The below graphic is taken from VMware’s official vSAN documentation. It shows the capacity required (Mirror or Parity) with relation to each RAID configuration.

vSAN RAID

Finally, this is a great chart from vSAN 6.2 Essentials that shows the number of ESXi hosts required based on FTT/FTM/Object Configuration

 

Raid Config

Objective 2.4 – Describe vSAN space efficiency features

Compression

Another great technology which allows you to squeeze more within the same footprint.

Deduplication and Compression in vSAN

How does Deduplication and Compression work within vSAN? The process begins with the cache tier. In order to achieve the best performance, vSAN keeps the most frequently referenced data within the cache device so that the most utilized data is hot and available for request; however, deduplication isn’t done in the cache tier, but rather the capacity tier. Once data is no longer being referenced for cache it becomes cold, and vSAN moves this data to the capacity tier. vSAN then dedupes the data within the capacity tier (where the deduplication actually occurs). Next, vSAN fingerprints the block using SHA1 hashing. If vSAN finds a match, the data is referenced to the existing hash and updated to start referencing that block of data; however, if there is no match, the block is fingerprinted and the data is kept. Finally, the last step is with regards to compression. If vSAN can compress the deduped 4KB block down below 2KB or less, it compresses. If not its original size is kept. This allows for even further data reduction.

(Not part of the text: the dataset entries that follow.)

"""The hydraulic network of a drawn chip.

Nodes are the layout's nodes: the inlet and outlet (at the rim of the port holes, since the
punched hole itself adds no resistance) and every junction centre. Each drawn channel becomes
one network channel between its two nodes, with its width, depth and the exact length of its
drawn centreline, arcs counted as true circular arcs.

How junctions are counted: centrelines run from junction centre to junction centre, so the
junction area is shared out to the channels that meet there, each up to the centre. Nothing
is counted twice (no channel runs past a centre) and nothing is lost (every stretch of
centreline between two centres belongs to exactly one channel). The junction's own small
minor loss is neglected, as is usual at the low Reynolds numbers of perfusion chips.
"""

from __future__ import annotations

import numpy as np

from chipflow.layout.model import Layout
from chipflow.network import Network

__all__ = ["extract_network"]


def extract_network(layout: Layout) -> Network:
    """The channel network of a drawn layout, for :func:`chipflow.network.solve`.

    Parameters
    ----------
    layout : Layout
        A drawn chip (see :func:`chipflow.layout.draw`).

    Returns
    -------
    Network
        One channel per drawn channel, in the same order, named ``<role><generation>.<index>``;
        nodes named as in ``layout.node_names`` ("inlet", "outlet", "split<k>.<i>",
        "merge<k>.<i>").
    """
    ch = layout.channels
    names = np.char.add(
        np.char.add(np.char.add(ch.role.astype(str), ch.generation.astype(str)), "."),
        ch.index.astype(str),
    )
    return Network.from_arrays(
        ch.node_a,
        ch.node_b,
        ch.width,
        ch.depth,
        ch.length,
        names=list(names),
        generation=ch.generation,
        role=ch.role,
        node_names=layout.node_names,
    )
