def fingerprint(data: dict, what: str, tmp_path: Path, field: bool = False) -> bytes:
    source = DesignSource.from_dict(data, "keys.toml")
    if what == "sizing":
        design = size_tree(load_tree_spec(source.top))
        return repr(design.levels).encode()
    build = build_design(source, field=None if field else False)
    if what == "vary":
        from chipflow.spec.tolerances import read_tolerances
        from chipflow.variation.vary import vary_build

        variation = vary_build(build, read_tolerances(source.top), workers=1)
        return json.dumps(variation.results, sort_keys=True, default=str).encode()
    if what == "build":
        results = dict(build.results)
        results["design"] = {k: v for k, v in results["design"].items() if k != "sha256"}
        drawn = build.layout.layers if build.layout is not None else ()
        layers = b"".join(shapely.to_wkb(layer.geometry) for layer in drawn)
        return json.dumps(results, sort_keys=True, default=str).encode() + layers
    if what == "dxf":
        from chipflow.export.dxf import write_dxf

        return write_dxf(build.layout, tmp_path / "k.dxf", build.export.dxf).read_bytes()
    from chipflow.export.gds import write_gds

    return write_gds(build.layout, tmp_path / "k.gds", build.export.gds).read_bytes()


def test_the_table_and_the_cases_list_the_same_keys():
    assert documented_keys() == set(CASES)


@pytest.fixture(autouse=True)
def _plain_junctions(plain_pieces):
    # the junction corrections' values are tested in test_junctions.py; here only whether a
    # key changes the build matters, so a fixed stand-in spares the 2D solves
    return plain_pieces


#: Fingerprints of the cases' starting designs: 146 cases start from 37 designs (a design
#: always gives the same outputs, tests/test_build.py), so each is built once.
_BEFORE: dict[tuple[str, str, bool], bytes] = {}
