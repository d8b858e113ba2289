"""Drawing: a sized design placed on the chip as mask-layer polygons."""

from chipflow.layout.model import DrawnChannels, Layout, MaskLayer, PortMark

__all__ = ["DrawnChannels", "Layout", "MaskLayer", "PortMark"]
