"""A network with coordinates: what the drawing engine (:mod:`chipflow.layout.engine`) draws.

Both kinds of design reach the engine as a :class:`Sketch`: a tree design through its
generator (:mod:`chipflow.layout.tree`), an explicit network whose nodes carry ``at`` through
:mod:`chipflow.layout.routes`. A sketch holds

- the nodes with their positions, and the ports (punched holes) at some of them;
- the channels, in *groups* of one shape: a group has one width, depth, role and generation,
  a few centreline templates (straight runs and circular arcs from (0, 0), see
  :func:`chipflow.layout.trace.trace`) and, per member, the template it uses, where it starts
  and which nodes it joins. A tree level is one group (its channels are one template, moved
  and mirrored), so the engine works per group and template, vectorised over the members;
  an explicit network has one group per channel;
- optionally, for node classes (nodes whose junctions are alike), the piece the generator
  wants there (:class:`PieceSpec`); nodes without one get a general junction, solved as an
  N-port (:mod:`chipflow.layout.pieces`).

Extension points for later kinds of design: a group's ``region`` (the culture region its
channels belong to) and ``kind`` (what the element is; "channel" today) are carried into the
drawn channels (``DrawnChannels.region``, ``DrawnChannels.kind``); a new kind of piece is a
new key type with its solve in :func:`chipflow.layout.pieces.solve_piece` and a
:class:`PieceSpec` at the nodes where it sits.
"""

from __future__ import annotations

from dataclasses import dataclass

import numpy as np

from chipflow.layout.model import PortMark
from chipflow.layout.rules import Chip, LayoutRules
from chipflow.layout.trace import Trace

__all__ = ["ChannelGroup", "ChamberPlace", "PieceSpec", "Sketch", "IDENTITY"]

#: The identity map of a group's templates into the chip frame.
IDENTITY = ((1.0, 0.0), (0.0, 1.0))


@dataclass(frozen=True)
class ChannelGroup:
    """Channels of one shape family: one width, depth, role and generation.

    A member's centreline is its template moved by ``start`` and then mapped by ``matrix``
    and ``shift``: ``p = matrix @ (t + start) + shift`` for every template point ``t`` [m].

    Attributes
    ----------
    templates : tuple of Trace
        Centrelines starting at (0, 0) [m].
    width, depth : float
        [m]; the width a whole number of mask grid steps.
    role : str
        "distribution", "bed", "collection", "channel", ...
    generation : int
        Tree generation (-1: none).
    variant : numpy.ndarray of int
        (k,) the template of each member.
    start : numpy.ndarray
        (k, 2) where each member's template starts, before ``matrix`` and ``shift`` [m].
    node_a, node_b : numpy.ndarray of int
        (k,) the nodes each member joins (flow direction ``node_a`` -> ``node_b``).
    index : numpy.ndarray of int
        (k,) position of each member within its level.
    matrix : tuple
        2 x 2 linear map (rotation or mirror) applied after ``start``.
    shift : tuple
        Added after ``matrix`` [m].
    reverse : bool
        The member runs from its template's end (at ``node_a``) to its start (``node_b``).
    cut : float or None
        Where to cut the members for merging the mask layers: this far [m] before the
        template's end, inside its last straight run, which must lie along a grid axis in
        the chip frame. The part before the cut joins the neighbourhood of the node at the
        template's start, the rest the node at its end. None: uncut; the member then joins
        its two end nodes into one neighbourhood.
    names : tuple of str or None
        Channel names (explicit networks).
    region : str
        Culture region of the members ("" for shared channels).
    kind : str
        What the members are ("channel").
    """

    templates: tuple[Trace, ...]
    width: float
    depth: float
    role: str
    generation: int
    variant: np.ndarray
    start: np.ndarray
    node_a: np.ndarray
    node_b: np.ndarray
    index: np.ndarray
    matrix: tuple = IDENTITY
    shift: tuple = (0.0, 0.0)
    reverse: bool = False
    cut: float | None = None
    names: tuple[str, ...] | None = None
    region: str = ""
    kind: str = "channel"

    @property
    def size(self) -> int:
        """Number of members."""
        return int(self.variant.size)

    @property
    def mirrored(self) -> bool:
        """True when ``matrix`` reverses orientation (a mirror image)."""
        (a, b), (c, d) = self.matrix
        return a * d - b * c < 0


@dataclass(frozen=True)
class PieceSpec:
    """The piece a generator wants at every node of one class.

    Attributes
    ----------
    kind : str
        "fan" or "junction" (see :class:`~chipflow.layout.model.Pieces`).
    key : object
        The geometry key (:class:`~chipflow.layout.junctions.Junction` or
        :class:`~chipflow.layout.pieces.JunctionKey`).
    arms : tuple of (int, int, int)
        For each arm of the key: ``(group, variant, end)`` of the channel that is that arm at
        every node of the class (``variant`` -1: any of the group's templates; ``end`` 0: the
        channel's ``node_a``, 1: its ``node_b``).
    rotation : float
        The key's frame turned by this angle (after ``mirror``) is the chip frame [rad].
    mirror : bool
    """

    kind: str
    key: object
    arms: tuple[tuple[int, int, int], ...]
    rotation: float = 0.0
    mirror: bool = False


@dataclass(frozen=True)
class ChamberPlace:
    """A chamber where the generator puts it (see :mod:`chipflow.layout.chamber`).

    Attributes
    ----------
    name : str
    key : ChamberKey
        Its geometry with the channels meeting it, in its own frame.
    origin : tuple of float
        Where the key frame's origin (the chamber's corner) lies in the chip frame [m].
    turns : int
        Quarter turns counter-clockwise from the key frame to the chip frame.
    port_nodes : tuple of int
        The node of each port of the key (where its channel ends), in the key's order.
    role : str
        What its network links are called by ("chamber").
    region : str
        The culture region it belongs to ("" for none).
    """

    name: str
    key: object
    origin: tuple[float, float]
    turns: int
    port_nodes: tuple[int, ...]
    role: str = "chamber"
    region: str = ""


@dataclass(frozen=True)
class Sketch:
    """A network with coordinates, ready to draw.

    Attributes
    ----------
    name : str
    chip : Chip
    rules : LayoutRules
    node_xy : numpy.ndarray
        (n, 2) node positions [m] (a port's node: on the hole's rim for a tree, the hole's
        centre for an explicit network).
    node_names : tuple of str
    groups : tuple of ChannelGroup
        In channel order.
    ports : tuple of PortMark
        Punched holes; each is named after its node.
    node_class : numpy.ndarray of int or None
        (n,) class of every node whose junction the generator describes (-1: none); None: no
        node has one.
    pieces : tuple of PieceSpec or None
        Per class, the piece there (None entries: a general junction).
    warnings : tuple of str
        Soft misses of the generator (folds, grid snapping).
    notes : tuple of str
        How the generator decided (e.g. the order of a tree's splits).
    culture_regions : tuple of CultureRegion
        Outlines of culture regions (not mask levels), carried into the layout.
    chambers : tuple of ChamberPlace
        Chambers between some of the nodes; each of their port nodes ends one channel.
    """

    name: str
    chip: Chip
    rules: LayoutRules
    node_xy: np.ndarray
    node_names: tuple[str, ...]
    groups: tuple[ChannelGroup, ...]
    ports: tuple[PortMark, ...]
    node_class: np.ndarray | None = None
    pieces: tuple[PieceSpec | None, ...] | None = None
    warnings: tuple[str, ...] = ()
    notes: tuple[str, ...] = ()
    culture_regions: tuple = ()
    chambers: tuple[ChamberPlace, ...] = ()
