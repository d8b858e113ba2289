"""The widths the mask polygons give each channel, measured after drawing.

Every channel of a tree has a straight run along x (the trunk, the run into each junction,
the bed's runs). Across the middle of its longest such run, the channel's mask layer must be
filled from one wall to the other and empty just beyond: points at half the width less
``tolerance`` on either side of the centreline lie inside the layer, points at half the width
plus ``tolerance`` lie outside. That pins both walls to within ``tolerance`` of where the
solved width puts them, on the merged, grid-snapped polygons that the mask files are written
from. Point-in-polygon tests on a prepared layer keep it linear in the number of channels.
"""

from __future__ import annotations

import numpy as np
import shapely

from chipflow.errors import LayoutError
from chipflow.layout.model import DrawnChannels, MaskLayer

__all__ = ["straight_cuts", "mask_widths", "check_mask_widths"]


def straight_cuts(centreline: np.ndarray) -> tuple[np.ndarray, np.ndarray]:
    """Middle of the longest run along x of each centreline [m], and that run's length [m].

    Parameters
    ----------
    centreline : numpy.ndarray of shapely.LineString
        Channel centrelines [m].

    Returns
    -------
    mid : numpy.ndarray
        (n, 2) cut points [m].
    run : numpy.ndarray
        (n,) length of the run cut [m]; 0 where a channel has no run along x.
    """
    xy, idx = shapely.get_coordinates(centreline, return_index=True)
    d = np.diff(xy, axis=0)
    seg_ch = idx[:-1]
    along_x = (idx[1:] == seg_ch) & (np.abs(d[:, 1]) <= 1e-12) & (np.abs(d[:, 0]) > 0)
    run = np.where(along_x, np.abs(d[:, 0]), 0.0)
    order = np.lexsort((run, seg_ch))
    last = np.r_[seg_ch[order][1:] != seg_ch[order][:-1], True]
    best = order[last]
    n = centreline.size
    mid = np.full((n, 2), np.nan)
    length = np.zeros(n)
    mid[seg_ch[best]] = xy[best] + d[best] / 2
    length[seg_ch[best]] = run[best]
    return mid, length


def mask_widths(
    channels: DrawnChannels, layers: tuple[MaskLayer, ...], tolerance: float
) -> np.ndarray:
    """Each channel's width on its mask layer [m]: its solved width where both walls lie within
    ``tolerance`` [m] of it across the middle of its longest run along x, NaN otherwise (a
    wall moved, or the channel has no such run).
    """
    mid, run = straight_cuts(channels.centreline)
    half = channels.width / 2
    ok = run > 0
    for li, layer in enumerate(layers):  # loop over mask layers, vectorised over channels
        sel = np.flatnonzero(ok & (channels.layer == li))
        if sel.size == 0:
            continue
        geom = layer.geometry
        shapely.prepare(geom)
        x, y, h = mid[sel, 0], mid[sel, 1], half[sel]
        inside = shapely.contains_xy(geom, x, y)
        for s in (1.0, -1.0):
            inside &= shapely.contains_xy(geom, x, y + s * (h - tolerance))
            inside &= ~shapely.contains_xy(geom, x, y + s * (h + tolerance))
        ok[sel] = inside
    return np.where(ok, channels.width, np.nan)


def check_mask_widths(
    channels: DrawnChannels, layers: tuple[MaskLayer, ...], tolerance: float
) -> np.ndarray:
    """:func:`mask_widths`, raising :class:`LayoutError` where a channel's mask width is not
    its solved width (a drawing fault: the network would not be the chip)."""
    widths = mask_widths(channels, layers, tolerance)
    bad = np.flatnonzero(np.isnan(widths))
    if bad.size:
        i = int(bad[0])
        raise LayoutError(
            f"{bad.size} channel(s) do not keep their width on the mask, e.g. "
            f"{channels.role[i]} generation {channels.generation[i]} #{channels.index[i]} "
            f"({channels.width[i] * 1e6:.4g} um): a wall moved by more than "
            f"{tolerance * 1e9:.3g} nm when the outlines were merged and put on the grid"
        )
    return widths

So, as you can see, this technology can allow for great space savings within your environment. How do we get started? Fortunately, vSAN has made enabling this feature super simple. How simple? It’s as simple as checking a box to enable. The space savings alone will make a huge impact on the available storage needed, which can save you a significant amount of storage related dollars by utilizing this product.

Important facts regarding Dedupe/Compression within vSAN

  • Must be enabled together, you can’t enable each seperately
  • When enabled, must be enabled as a group within disks on the same disks group
  • Dedupe is done on the 4KB block level
  • If vSAN can compress the deduped 4KB block down below 2KB or less, it compresses. If not its original size is kept
  • Sha1 hash is used for deduplication
  • LZ4 is the compression algorithm used for compression
  • Single device failures will make the entire disk group appear unhealthy
  • Deduplication/Compression is done at the disk group level

With that said, this is something that should be strongly considered when deploying vSAN; however, it’s important to consider the performance implications. The first requirement is that your vSAN cluster must be all flash, which means not only must your cache devices be flash, but your capacity devices must also be flash. This requirement is due to the performance required to dedupe data. Special consideration should be considered with respect to the flash device chosen, specifically flash endurance. Since dedupe and compression will be busy on the disk, you want to make sure you select a flash device that has the proper characteristics needed for greater longevity (important to consider since a single device failure will make the entire disk group appear unhealthy).

Another important aspect to consider is data locality. When Deduplication/Compression is enabled, it’s enabled at the cluster level; however, dedupe and compression is achieved per disk group level.  This means only items within that specific disk group will be able to dedupe against each other. In other words, if you have the same VM within another disk group, the two identical VMs on separate disk groups won’t be able to dedupe against each other, but if the two identical VMs are within the same disk group then they will be able to dedupe against each other.

Concusion

As you can see vSAN is a very powerful platform. It is very important to scope out exactly what you want to accomplish before setting up vSAN. Many features are specific to all flash, etc. It’s important to ensure you calculate the needed capacity for the various offerings vSAN has. Your deployment decisions and protection methods used will have a direct impact on all components that encompass vSAN.